Sepp Kober is amazing. He rattled off a ton of history info in a short conversation. If I'm not mistaken, areas he had a hand in developing included Appalachian, Beech, Sugar, Bryce (he brought the Locher Bros, longtime Bryce Mtn managers, over from Europe in the 60s), Winterplace, and more. Apparently he was used as a consultant on where to cut trails and how to lay lifts, and other aspects of ski ops. He knows the founding Dupree family of Seven Springs. He was a founder/supporter of the Roanoke Ski club from around 1960. His son owns the successful "Freestyle" chain of sports stores in Central VA.
We need a retired DCSki reader or professional writer to crack open this subject.

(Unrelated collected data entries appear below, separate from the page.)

class Gen:
    """The request generator (seeded)."""

    def __init__(self, rng: random.Random, key: str, other_key: str) -> None:
        self.rng = rng
        self.key = key
        self.other_key = other_key
        self.experiments: list[tuple[str, str, list[str], int]] = []  # id, kind, arms, n
        self.lock = threading.Lock()

    # -- values -------------------------------------------------------------------

    def number_text(self) -> str:
        r = self.rng
        if r.random() < 0.5:
            return r.choice(HOSTILE_NUMBERS)
        return repr(r.choice([r.randint(-10, 10**6), r.uniform(-1e6, 1e6), r.random()]))

    def text(self) -> str:
        r = self.rng
        if r.random() < 0.5:
            return r.choice(HOSTILE_TEXT)
        return "".join(r.choice(string.printable) for _ in range(r.randint(0, 12)))

    def value_text(self, depth: int = 0) -> str:
        """JSON text of an arbitrary, often hostile, value."""
        r = self.rng
        x = r.random()
        if depth > 2 or x < 0.35:
            return self.number_text()
        if x < 0.6:
            return json.dumps(self.text())
        if x < 0.7:
            return r.choice(["true", "false", "null"])
        if x < 0.85:
            return "[" + ", ".join(self.value_text(depth + 1)
                                   for _ in range(r.randint(0, 3))) + "]"
        return "{" + ", ".join(f"{json.dumps(self.text())}: {self.value_text(depth + 1)}"
                               for _ in range(r.randint(0, 3))) + "}"

    def mangle(self, obj: Any) -> str:
        """JSON text of ``obj`` with one value (or key) replaced by a hostile one."""
        text = json.dumps(obj)
        marker = "\u0001MARK\u0001"
        target = copy.deepcopy(obj)
        node = target
        path = []
        for _ in range(self.rng.randint(1, 4)):
            if isinstance(node, dict) and node:
                k = self.rng.choice(sorted(node))
                path.append(k)
                if isinstance(node[k], (dict, list)) and node[k] and self.rng.random() < 0.7:
                    node = node[k]
                    continue
                action = self.rng.random()
                if action < 0.15:
                    del node[k]
                    return json.dumps(target)
                if action < 0.25:
                    node[self.text()] = marker
                else:
                    node[k] = marker
                break
            if isinstance(node, list) and node:
                i = self.rng.randrange(len(node))
                if isinstance(node[i], (dict, list)) and node[i] and self.rng.random() < 0.5:
                    node = node[i]
                    continue
                if self.rng.random() < 0.2:
                    del node[self.rng.randrange(len(node)):]
                    return json.dumps(target)
                node[i] = marker
                break
            break
        text = json.dumps(target)
        return text.replace(json.dumps(marker), self.value_text(), 1)

    # -- pieces ---------------------------------------------------------------------

    def headers(self, ctype: str | None = "application/json") -> dict[str, Any]:
        r = self.rng
        h: dict[str, Any] = {}
        x = r.random()
        if x < 0.9:
            h["Authorization"] = f"Bearer {self.key}"
        elif x < 0.93:
            h["Authorization"] = f"Bearer {self.other_key}"
        elif x < 0.96:
            h["Authorization"] = r.choice(["Bearer sqt_nope", "Basic abc", "Bearer  sqt_x",
                                           "bearer", "Bearer " + "x" * 500])
        elif x < 0.98:
            h["Authorization"] = b"Bearer sqt_\xff\xfe\x80"
        if ctype is not None:
            h["Content-Type"] = ctype
        if r.random() < 0.3:
            h["Idempotency-Key"] = r.choice([
                f"key-{r.randrange(300)}", "has space", "x" * 300, "",
                b"caf\xe9", f"k{r.random()}"])
        return h

    def experiment(self) -> tuple[str, str, list[str], int] | None:
        with self.lock:
            if not self.experiments:
                return None
            return self.rng.choice(self.experiments)

    def exp_id(self) -> str:
        r = self.rng
        e = self.experiment()
        x = r.random()
        if e is not None and x < 0.75:
            return e[0]
        return r.choice(["exp_000000000000000000000000", "exp_%00", "exp_%ED%A0%80",
                         "%F0%9F%8D%9E", "x" * 300, "exp_%20", "..", "exp_%0A", "%C3%A9"])

    def design(self) -> dict[str, Any]:
        r = self.rng
        kind = r.choice(["group_sequential"] * 4 + ["mixture"])
        d: dict[str, Any] = {}
        if kind == "mixture":
            d["kind"] = "mixture"
            d["metric"] = r.choice(list(METRICS.values()))
        else:
            d["looks"] = r.randint(1, 6)
            d["metric"] = r.choice(list(METRICS.values()))
            if r.random() < 0.3:
                d["efficacy"] = r.choice(["pocock-type", "obrien-fleming-type", "hsd:-2",
                                          "pocock", "haybittle-peto", "wang-tsiatis:0.3"])
            if r.random() < 0.2:
                d["futility"] = "pocock-type"
                d["binding"] = r.random() < 0.5
        return d

    def experiment_totals(self, kind: str, arms: list[str], n: int) -> dict[str, Any]:
        """A look of an experiment plan: per arm (one metric) or per metric and arm,
        sometimes with an unknown metric or arm, an arm left out, or a metric's totals
        flat."""
        r = self.rng
        metrics = EXP_METRICS[int(kind.split(":")[1])]
        per = {m: {a: {"n": n if m == "orders" else n // 10,
                       "successes": max(0, (n // 10 if m == "orders" else n // 200)
                                        + r.randint(-2, 2))} for a in arms}
               for m in metrics}
        x = r.random()
        if x < 0.05:
            per["sales"] = copy.deepcopy(per[metrics[0]])
        elif x < 0.1:
            per[metrics[0]]["teapot"] = {"n": n, "successes": 1}
        elif x < 0.15 and len(arms) > 2:
            del per[metrics[0]][arms[-1]]
        if len(metrics) == 1 and r.random() < 0.7:
            return per[metrics[0]]
        return per

    def totals(self, kind: str, arms: list[str], n: int) -> dict[str, Any]:
        r = self.rng
        if kind.startswith("experiment"):
            return self.experiment_totals(kind, arms, n)
        out = {}
        for arm in arms:  # plausible totals of two similar arms (most looks continue)
            if kind == "binary":
                out[arm] = {"n": n, "successes": max(0, n // 10 + r.randint(-3, 3))}
            elif kind == "rate":
                out[arm] = {"exposure": float(n), "events": max(0, n // 2 + r.randint(-3, 3))}
            else:
                m = 11 + r.uniform(-0.01, 0.01)
                out[arm] = {"n": n, "sum": n * m, "sum_sq": n * m * m + (n - 1) * 25.0}
        return out

    # -- requests -------------------------------------------------------------------

    def request(self) -> tuple[str, str, dict[str, Any], bytes | None, str]:
        """(method, url, headers, body, route label)."""
        r = self.rng
        x = r.random()
        if x < 0.04:
            return "GET", "/v1/health", {}, None, "health"
        if x < 0.10:
            q = r.choice(["", "?state=running", "?state=%00", "?limit=0", "?limit=abc",
                          "?offset=-1", "?limit=200&offset=1000000000", "?state=\u00e9",
                          "?offset=1" + "0" * 50, "?state=stopped&limit=5"])
            return "GET", "/v1/experiments" + q, self.headers(None), None, "list"
        if x < 0.17:
            q = r.choice(["", "?looks_limit=1000", "?looks_offset=1&looks_limit=2",
                          "?looks_limit=0", "?versions_limit=abc", "?looks_offset=%00"])
            return "GET", f"/v1/experiments/{self.exp_id()}{q}", self.headers(None), None, \
                "get"
        if x < 0.22:
            n = r.choice(["1", "2", "0", "-1", "1" + "0" * 30, "abc", "%00", "3"])
            return "GET", f"/v1/experiments/{self.exp_id()}/looks/{n}", self.headers(None), \
                None, "get_look"
        if x < 0.25:
            method = r.choice(["DELETE", "PUT", "PATCH", "OPTIONS"])
            url = r.choice(["/v1/experiments", f"/v1/experiments/{self.exp_id()}", "/v1/x",
                            "/", "/v2/experiments"])
            return method, url, self.headers(), b"{}", "other"
        if x < 0.47:
            return self.create()
        if x < 0.85:
            return self.look()
        return self.amend()

    def body_variant(self, good: Any, label: str) -> tuple[dict[str, Any], bytes, str]:
        """A body: good, mangled, malformed, wrongly typed, or of the wrong content type."""
        r = self.rng
        x = r.random()
        ctype = "application/json"
        if x < 0.35:
            text = json.dumps(good)
        elif x < 0.75:
            text = self.mangle(good)
        elif x < 0.82:
            text = json.dumps(good)[: r.randint(0, 40)]  # truncated JSON
        elif x < 0.87:
            text = self.value_text()
        elif x < 0.92:
            ctype = r.choice(["text/plain", "application/x-www-form-urlencoded", "",
                              "application/json; charset=latin-1", "multipart/form-data"])
            text = json.dumps(good)
        elif x < 0.95:
            raw = bytes(r.randrange(256) for _ in range(r.randint(0, 60)))
            return self.headers(ctype), raw, label
        else:
            text = json.dumps({**good, "extra_" + self.text()[:5]: 1}) if isinstance(
                good, dict) else json.dumps(good)
        headers = self.headers(ctype or None)
        return headers, text.encode("utf-8", "surrogatepass"), label

    def create(self) -> tuple[str, str, dict[str, Any], bytes | None, str]:
        r = self.rng
        body: dict[str, Any] = {"name": r.choice(["checkout", "basket", "banner"]),
                                "arms": {"control": "classic", "treatment": "large"}}
        x = r.random()
        if x < 0.04:  # an experiment plan's document, often tampered by body_variant
            body = {"name": "basket texts", "plan": copy.deepcopy(r.choice(EXP_DOCS))}
            if r.random() < 0.3:
                body["arms"] = r.choice([list(EXPERIMENT_ARMS), ["basket"],
                                         [f"arm{i}" for i in range(10)],
                                         {"control": "basket", "treatment": "add-to-tray"}])
        elif x < 0.07:  # design inputs of an experiment plan, with hostile arm counts
            inputs = experiment_inputs(looks=r.randint(1, 4))
            inputs["arms"] = r.choice([list(EXPERIMENT_ARMS), ["basket"], 1, 10,
                                       [f"arm{i}" for i in range(10)], 3])
            body = {"name": "basket texts", "design": {"kind": "experiment", **inputs}}
        elif r.random() < 0.6:
            body["design"] = self.design()
        else:
            doc = copy.deepcopy(r.choice(DOCS))
            body["plan"] = doc
            if doc.get("inputs", {}).get("metric") is None:
                body["metric_kind"] = "binary"
                body["max_n"] = 20000
        if r.random() < 0.1:
            body["name"] = self.text()
        headers, raw, label = self.body_variant(body, "create")
        return "POST", "/v1/experiments", headers, raw, label

    def look(self) -> tuple[str, str, dict[str, Any], bytes | None, str]:
        r = self.rng
        e = self.experiment()
        if e is None:
            return self.create()
        exp_id, kind, arms, n = e
        n_next = n + r.randint(50, 400)
        body: dict[str, Any] = {"totals": self.totals(kind, arms, n_next)}
        if r.random() < 0.003:
            body["final"] = True
        if r.random() < 0.1:
            body["daily_traffic"] = r.choice([100, 0, -1, 1e300])
        with self.lock:  # later looks build on the newest totals sent
            for i, (eid, k, a, _) in enumerate(self.experiments):
                if eid == exp_id:
                    self.experiments[i] = (eid, k, a, n_next)
        headers, raw, label = self.body_variant(body, "look")
        url = f"/v1/experiments/{exp_id if r.random() < 0.9 else self.exp_id()}/looks"
        return "POST", url, headers, raw, label

    def amend(self) -> tuple[str, str, dict[str, Any], bytes | None, str]:
        r = self.rng
        body: dict[str, Any] = {"reason": r.choice(["holiday", "traffic", self.text()])}
        x = r.random()
        if x < 0.5:
            body["design"] = {"looks": r.randint(1, 8)}
        elif x < 0.8:
            body["design"] = self.design()
        else:
            body["plan"] = copy.deepcopy(r.choice(DOCS))
        if r.random() < 0.2:
            body["max_n"] = r.choice([1000, 10**6, 0, -5])
        headers, raw, label = self.body_variant(body, "amend")
        return "POST", f"/v1/experiments/{self.exp_id()}/amendments", headers, raw, label
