def plan_from_dict(document: Any, *, trust: bool = False
                   ) -> Plan | MixturePlan | ExperimentPlan:
    """Read a plan document of any kind (``group_sequential``, ``mixture`` or
    ``experiment``).

    Parameters
    ----------
    document : dict
        A plan document (see the module docstring).
    trust : bool
        Skip the comparison of the computed numbers with a recomputation from the
        inputs (every field is still checked). Only for documents the caller verified
        before, e.g. a plan the service verified when it stored it.

    Raises
    ------
    PlanDocumentError
        Naming the field: not a plan document, a missing or malformed field, or
        computed numbers that disagree with the inputs.
    """
    doc = _mapping("plan", document)
    kind = doc.get("kind")
    if kind == EXPERIMENT_KIND:
        return _read_experiment(doc, trust)
    if kind not in PLAN_KINDS:
        raise PlanDocumentError(f"kind: got {checks.show(kind)}; allowed are "
                                f"{', '.join([*PLAN_KINDS, EXPERIMENT_KIND])}", field="kind")
    version = doc.get("version", "0.1.0")
    if not isinstance(version, str) or len(version) > 40:
        raise PlanDocumentError(f"version: got {checks.show(version)}; allowed is the "
                                "release that wrote the document, e.g. '0.2.0'",
                                field="version")
    if version != __version__ and version not in RELEASE_CHANGES:
        raise PlanDocumentError(
            f"version: got {version!r}; this is seqtest {__version__}, which reads "
            f"documents of {', '.join([__version__, *RELEASE_CHANGES])}; read it with the "
            "release that wrote it", field="version")
    inputs = _renamed("inputs", _mapping("inputs", _field(doc, "inputs", "")))
    computed = _renamed("computed", _mapping("computed", _field(doc, "computed", "")))
    _no_extra(doc, {"kind", "version", "inputs", "computed"}, "")
    try:
        if kind == "group_sequential":
            plan: Plan | MixturePlan = _read_group_sequential(inputs, computed)
        else:
            plan = _read_mixture(inputs, computed)
    except PlanDocumentError:
        raise
    except InputError as exc:
        raise PlanDocumentError(f"inputs: {exc}", field="inputs") from None
    if isinstance(plan, Plan) and plan.metric is not None and plan.n_control is None:
        # a document of the first release carries no users per look: size it as that
        # release did, so that it measures fractions, and so decides, as it did
        n_c = legacy_max_control(plan, plan.metric)
        n_ctrl, n_trt = per_look(n_c, plan.metric["allocation"], plan.info_fractions)
        plan = replace(plan, n_control=n_ctrl, n_treatment=n_trt)
    if trust:
        return plan
    return _verify(plan, inputs, version, sizes_given=computed.get("sample_size") is not None)


# -- checking fields ---------------------------------------------------------------------

def _mapping(name: str, value: Any) -> Mapping:
    if not isinstance(value, Mapping):
        raise PlanDocumentError(f"{name}: got {checks.show(value)}; allowed is a JSON object"
                                + (" (a plan document, e.g. from 'seqtest plan --json')"
                                   if name == "plan" else ""), field=None if name == "plan"
                                else name)
    return value


def _field(d: Mapping, key: str, where: str) -> Any:
    if key not in d:
        path = f"{where}.{key}" if where else key
        raise PlanDocumentError(f"{path}: missing; the document lacks this field",
                                field=path)
    return d[key]


def _no_extra(d: Mapping, allowed: set[str], where: str) -> None:
    extra = sorted(str(k) for k in d if k not in allowed)
    if extra:
        path = f"{where}.{extra[0]}" if where else extra[0]
        raise PlanDocumentError(f"{path}: unknown field; allowed are "
                                f"{', '.join(sorted(allowed))}", field=path)


def _renamed(where: str, d: Mapping) -> dict:
    out = dict(d)
    for old, new in _RENAMED.get(where, {}).items():
        if old in out:
            if new in out:
                raise PlanDocumentError(f"{where}.{old}: give only {where}.{new} (the same "
                                        "field under its new name)", field=f"{where}.{old}")
            warnings.warn(f"plan document: {where}.{old} is now {where}.{new}; the old name "
                          "is read for this release only", DeprecationWarning, stacklevel=4)
            out[new] = out.pop(old)
    return out


def _check(path: str, fn: Any, *args: Any, **kw: Any) -> Any:
    """Run a check from :mod:`seqtest.core.checks`, naming the document's field."""
    try:
        return fn(path, *args, **kw)
    except InputError as exc:
        raise PlanDocumentError(str(exc), field=path) from None


def _numbers(path: str, value: Any, *, length: int | None, missing: float,
             lo: float = -math.inf, hi: float = math.inf) -> np.ndarray:
    """A JSON list of numbers (``null`` for a non-finite value, read as ``missing``)."""
    if not isinstance(value, list):
        raise PlanDocumentError(f"{path}: got {checks.show(value)}; allowed is a list of "
                                "numbers", field=path)
    if length is not None and len(value) != length:
        raise PlanDocumentError(f"{path}: got {len(value)} values; allowed is one per look "
                                f"({length})", field=path)
    out = [missing if v is None else _check(f"{path}[{i}]", checks.number, v, lo=lo, hi=hi)
           for i, v in enumerate(value)]
    return np.asarray(out, float)


def _boundary(path: str, value: Any) -> Any:
    if value is None:
        return None
    d = _mapping(path, value)
    try:
        if d.get("type") == "classical":
            fam = d.get("family")
            if fam == "wang_tsiatis":
                _no_extra(d, {"type", "family", "delta"}, path)
                return classical.wang_tsiatis(_field(d, "delta", path))
            if fam == "haybittle_peto":
                _no_extra(d, {"type", "family", "interim_z"}, path)
                return classical.haybittle_peto(_field(d, "interim_z", path))
            raise PlanDocumentError(f"{path}.family: got {checks.show(fam)}; allowed are "
                                    "wang_tsiatis, haybittle_peto", field=f"{path}.family")
        if d.get("type") != "spending":
            raise PlanDocumentError(f"{path}.type: got {checks.show(d.get('type'))}; allowed "
                                    "are spending, classical", field=f"{path}.type")
        fam = d.get("family")
        params = {"obrien_fleming": set(), "pocock": set(), "hwang_shih_decani": {"gamma"},
                  "power_family": {"rho"}, "table": {"fractions", "cumulative"}}
        if fam not in params:
            raise PlanDocumentError(f"{path}.family: got {checks.show(fam)}; allowed are "
                                    f"{', '.join(params)}", field=f"{path}.family")
        _no_extra(d, {"type", "family", *params[fam]}, path)
        for key in params[fam]:
            _field(d, key, path)
        return spending.from_dict(dict(d))
    except PlanDocumentError:
        raise
    except (InputError, ValueError, TypeError) as exc:
        raise PlanDocumentError(f"{path}: {exc}", field=path) from None


def _metric(value: Any) -> dict | None:
    if value is None:
        return None
    try:
        return check_metric(value)
    except (InputError, ValueError) as exc:
        raise PlanDocumentError(f"inputs.metric: {exc}", field="inputs.metric") from None


def _read_group_sequential(inp: dict, comp: dict) -> Plan:
    _no_extra(inp, _GS_INPUTS, "inputs")
    _no_extra(comp, _GS_COMPUTED, "computed")
    for key in ("alpha", "sides", "power", "information_fractions", "efficacy", "futility",
                "binding"):
        _field(inp, key, "inputs")
    for key in ("efficacy_z", "futility_z", "cumulative_alpha", "drift"):
        _field(comp, key, "computed")
    from seqtest.planning.design import _check_fractions
    sides = int(_check("inputs.sides", checks.choice, inp["sides"], (1, 2)))
    alpha = _check("inputs.alpha", checks.number, inp["alpha"], lo=0.0, hi=0.5 * sides,
                   lo_open=True)
    power = _check("inputs.power", checks.probability, inp["power"], lo=alpha / sides)
    try:
        t = _check_fractions(None, inp["information_fractions"],
                             "inputs.information_fractions")
    except InputError as exc:
        raise PlanDocumentError(str(exc), field="inputs.information_fractions") from None
    eff = _boundary("inputs.efficacy", inp["efficacy"])
    if eff is None:
        raise PlanDocumentError("inputs.efficacy: got None; allowed is a spending function "
                                "or a classical boundary", field="inputs.efficacy")
    fut = _boundary("inputs.futility", inp["futility"])
    if fut is not None and not isinstance(fut, spending.SpendingFunction):
        raise PlanDocumentError("inputs.futility: a futility boundary is made by beta "
                                "spending; allowed is a spending function or null",
                                field="inputs.futility")
    binding = _check("inputs.binding", checks.boolean, inp["binding"])
    r = _check("inputs.grid_r", checks.whole, inp.get("grid_r", 24), lo=8, hi=MAX_GRID_R)
    k = t.size
    eff_z = _numbers("computed.efficacy_z", comp["efficacy_z"], length=k, missing=np.inf,
                     lo=-50.0, hi=50.0)
    fut_z = None
    if comp["futility_z"] is not None:
        fut_z = _numbers("computed.futility_z", comp["futility_z"], length=k,
                         missing=-np.inf, lo=-50.0, hi=50.0)
    if (fut_z is None) != (fut is None or k == 1):
        raise PlanDocumentError("computed.futility_z: present exactly when the plan has a "
                                "futility boundary and more than one look",
                                field="computed.futility_z")
    cum = _numbers("computed.cumulative_alpha", comp["cumulative_alpha"], length=k,
                   missing=np.nan, lo=0.0, hi=1.0)
    drift = _check("computed.drift", checks.number, comp["drift"], lo=0.0, hi=1e3,
                   lo_open=True)
    sizes: dict[str, np.ndarray] = {}
    if comp.get("sample_size") is not None:
        ss = _mapping("computed.sample_size", comp["sample_size"])
        _no_extra(ss, {"control", "treatment"}, "computed.sample_size")
        for arm in ("control", "treatment"):
            sizes[arm] = _numbers(f"computed.sample_size.{arm}",
                                  _field(ss, arm, "computed.sample_size"), length=k,
                                  missing=np.nan, lo=0.0, hi=1e15)
    plan = Plan(alpha=alpha, sides=sides, power=power, info_fractions=t, efficacy_z=eff_z,
                futility_z=fut_z, drift=drift, efficacy=eff, futility=fut,
                binding=bool(binding and fut_z is not None),
                metric=_metric(inp.get("metric")), r=r, cumulative_alpha=cum,
                n_control=sizes.get("control"), n_treatment=sizes.get("treatment"))
    # numbers derived from the ones above: they must agree with them whatever the release
    derived = [("p_threshold", plan.p_threshold, False), ("fixed_drift", plan.fixed_drift, True),
               ("inflation", plan.inflation, True)]
    for key, value, relative in derived:
        if key not in comp:
            continue
        path = f"computed.{key}"
        if key == "p_threshold":
            got = _numbers(path, comp[key], length=k, missing=0.0, lo=0.0, hi=1.0)
        else:
            got = np.atleast_1d(_check(path, checks.number, comp[key]))
        want = np.atleast_1d(np.asarray(value, float))
        err = np.abs(got - want) / (np.abs(want) if relative else 1.0)
        if np.any(~(err <= SAME_RELEASE_TOLERANCE)):
            i = int(np.argmax(~(err <= SAME_RELEASE_TOLERANCE)))
            where = f"{path}[{i}]" if key == "p_threshold" else path
            raise PlanDocumentError(f"{where}: the document says {got[i]:.6g} but its own "
                                    f"boundaries and drift give {want[i]:.6g}; the document "
                                    "was edited", field=where)
    return plan


def _read_mixture(inp: dict, comp: dict) -> MixturePlan:
    _no_extra(inp, set(_MIX_INPUTS), "inputs")
    _no_extra(comp, set(_MIX_COMPUTED), "computed")
    for key in _MIX_INPUTS:
        _field(inp, key, "inputs")
    for key in _MIX_COMPUTED:
        _field(comp, key, "computed")
    _check("inputs.scale", checks.choice, inp["scale"], SCALES)
    try:
        return MixturePlan(alpha=inp["alpha"], sides=inp["sides"], tau2=comp["tau2"],
                           mde=inp["mde"], max_n_per_arm=inp["max_n_per_arm"],
                           metric=_metric(inp["metric"]), scale=inp["scale"],
                           unit_variance=inp["unit_variance"], tau2_rule=comp["tau2_rule"])
    except (InputError, ValueError, TypeError) as exc:
        raise PlanDocumentError(f"plan: {exc}", field="inputs") from None


# -- verification --------------------------------------------------------------------------
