@pytest.mark.parametrize("z_now", [0.5, -1.0, -2.5])
def test_conditional_power_accuracy_when_the_data_disagree_with_the_drift(z_now):
    # Source: scipy.stats.multivariate_normal on the conditional joint distribution
    # (as above). inference documents ~1e-7 accuracy on probabilities; the tolerance
    # is that plus the requested integration error. The drifts go up to about three
    # times the design drift, where the current z is far from the drift's path.
    plan = seqtest.design(alpha=0.025, sides=1, power=0.9, looks=5)
    t, a = plan.info_fractions, plan.efficacy_z
    worst = 0.0
    for d in [6.0, 8.0, 10.0]:
        cp = inference.conditional_power(z_now, t[1], t[2:], a[2:], d, sides=1)
        worst = max(worst, abs(cp - _cp_mvn(z_now, t[1], t[2:], a[2:], d, 1)))
    assert worst <= PROB_TOL + 1e-7, worst


def test_naive_ci_is_the_fixed_sample_interval():
    # Source: Wald interval estimate +- z_{1-alpha/2} se (scipy.stats.norm)
    lo, hi = inference.naive_ci(0.3, 0.1, 0.05, 2)
    assert lo == pytest.approx(0.3 - stats.norm.isf(0.025) * 0.1, rel=1e-12)
    assert hi == pytest.approx(0.3 + stats.norm.isf(0.025) * 0.1, rel=1e-12)
    lo, hi = inference.naive_ci(0.3, 0.1, 0.05, 1)
    assert lo == pytest.approx(0.3 - stats.norm.isf(0.05) * 0.1, rel=1e-12)
    assert hi == math.inf
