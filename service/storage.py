"""Storage: one layer over SQLite (default) and PostgreSQL, through SQLAlchemy Core.

Guarantees the routers rely on:

- every write is one transaction;
- writes to one experiment are serialised: ``BEGIN IMMEDIATE`` on SQLite (one
  writer for the whole file), ``SELECT ... FOR UPDATE`` on the experiment row on
  PostgreSQL, so look numbers are consecutive, none lost and none duplicated;
- looks and plan versions are only ever inserted (the schema refuses UPDATE and
  DELETE on them);
- an idempotency key is stored in the same transaction as the write it
  protects, with the answer that write produced: a retry gets that answer back
  and stores nothing; the same key with a different request is refused.

This module knows nothing of statistics. The routers pass callables that
compute a look's analysis or build a plan; they run inside the transaction,
after the lock is taken, so they see every look committed before.
"""

from __future__ import annotations

import hashlib
import json
import os
import secrets
from collections.abc import Callable, Iterator
from contextlib import contextmanager
from dataclasses import dataclass, replace
from datetime import datetime, timezone
from pathlib import Path
from typing import Any

from sqlalchemy import (
    Connection,
    Engine,
    and_,
    bindparam,
    create_engine,
    event,
    func,
    insert,
    select,
    text,
    update,
)
from sqlalchemy.engine import make_url
from sqlalchemy.exc import IntegrityError, OperationalError, SQLAlchemyError

from service import migrations, tables
from service.errors import Conflict, IdempotencyConflict, NotFound, Unavailable

DEFAULT_DATABASE_URL = "sqlite:///./seqtest.db"
ENV_DATABASE_URL = "SEQTEST_DATABASE_URL"
ENV_SQLITE_SYNCHRONOUS = "SEQTEST_SQLITE_SYNCHRONOUS"
SQLITE_SYNCHRONOUS = ("FULL", "NORMAL", "EXTRA")
SQLITE_BUSY_TIMEOUT_S = 30.0

STATES = ("planned", "running", "stopped", "completed")


# --------------------------------------------------------------------------- helpers


def now() -> str:
    """Current UTC time as sortable ISO 8601 text."""
    return datetime.now(timezone.utc).strftime("%Y-%m-%dT%H:%M:%S.%fZ")


def dump_json(obj: Any) -> str:
    """Canonical JSON text (sorted keys, no NaN/Infinity) used for everything stored."""
    return json.dumps(obj, sort_keys=True, separators=(",", ":"), allow_nan=False)


def request_hash(method: str, path: str, body: Any) -> str:
    """Fingerprint of a request for idempotency (method, path and parsed body)."""
    payload = f"{method.upper()} {path}\n{dump_json(body)}"
    return hashlib.sha256(payload.encode("utf-8")).hexdigest()


def hash_token(token: str) -> str:
    """How an API key is kept at rest: hex SHA-256 of the token."""
    return hashlib.sha256(token.encode("utf-8")).hexdigest()


def new_id(prefix: str) -> str:
    return f"{prefix}_{secrets.token_hex(12)}"


def resolve_database_url(url: str | None = None) -> str:
    """The SQLAlchemy URL to use.

    ``None`` reads ``SEQTEST_DATABASE_URL`` and falls back to ``./seqtest.db``.
    A bare path means an SQLite file. ``postgresql://`` and ``postgres://``
    select the psycopg 3 driver.
    """
    if url is None or url == "":
        url = os.environ.get(ENV_DATABASE_URL) or DEFAULT_DATABASE_URL
    if "://" not in url:
        url = "sqlite:///" + str(Path(url).expanduser())
    for prefix in ("postgresql://", "postgres://"):
        if url.startswith(prefix):
            url = "postgresql+psycopg://" + url[len(prefix) :]
    parsed = make_url(url)
    backend = parsed.get_backend_name()
    if backend == "sqlite":
        if not parsed.database or parsed.database == ":memory:" or "mode=memory" in url:
            raise ValueError(
                f"database URL {url!r}: an in-memory SQLite database cannot be shared between "
                "connections; give a file, e.g. sqlite:///./seqtest.db"
            )
        parent = Path(parsed.database).expanduser().resolve().parent
        if not parent.is_dir():
            raise ValueError(
                f"database URL {url!r}: the directory {str(parent)!r} does not exist"
            )
    elif backend == "postgresql":
        if parsed.get_driver_name() != "psycopg":
            raise ValueError(
                f"database URL {url!r}: use postgresql:// (the psycopg 3 driver is installed)"
            )
    else:
        raise ValueError(
            f"database URL {url!r}: the service stores data in SQLite (sqlite:///path/file.db "
            "or a file path) or PostgreSQL (postgresql://user@host/db)"
        )
    return url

Y'all- get a copy of Randy Johnson's Southern Snow. Probably the definitive (only?) history and guide to skiing in the southeast. Homestead was the first place to go all out for snowmaking, back in 59-60, so they are the founder of skiing as we know it in the south. Other places predated it- including a 2500 foot vertical run somewhere along the modern day Skyline Drive (legend has it)!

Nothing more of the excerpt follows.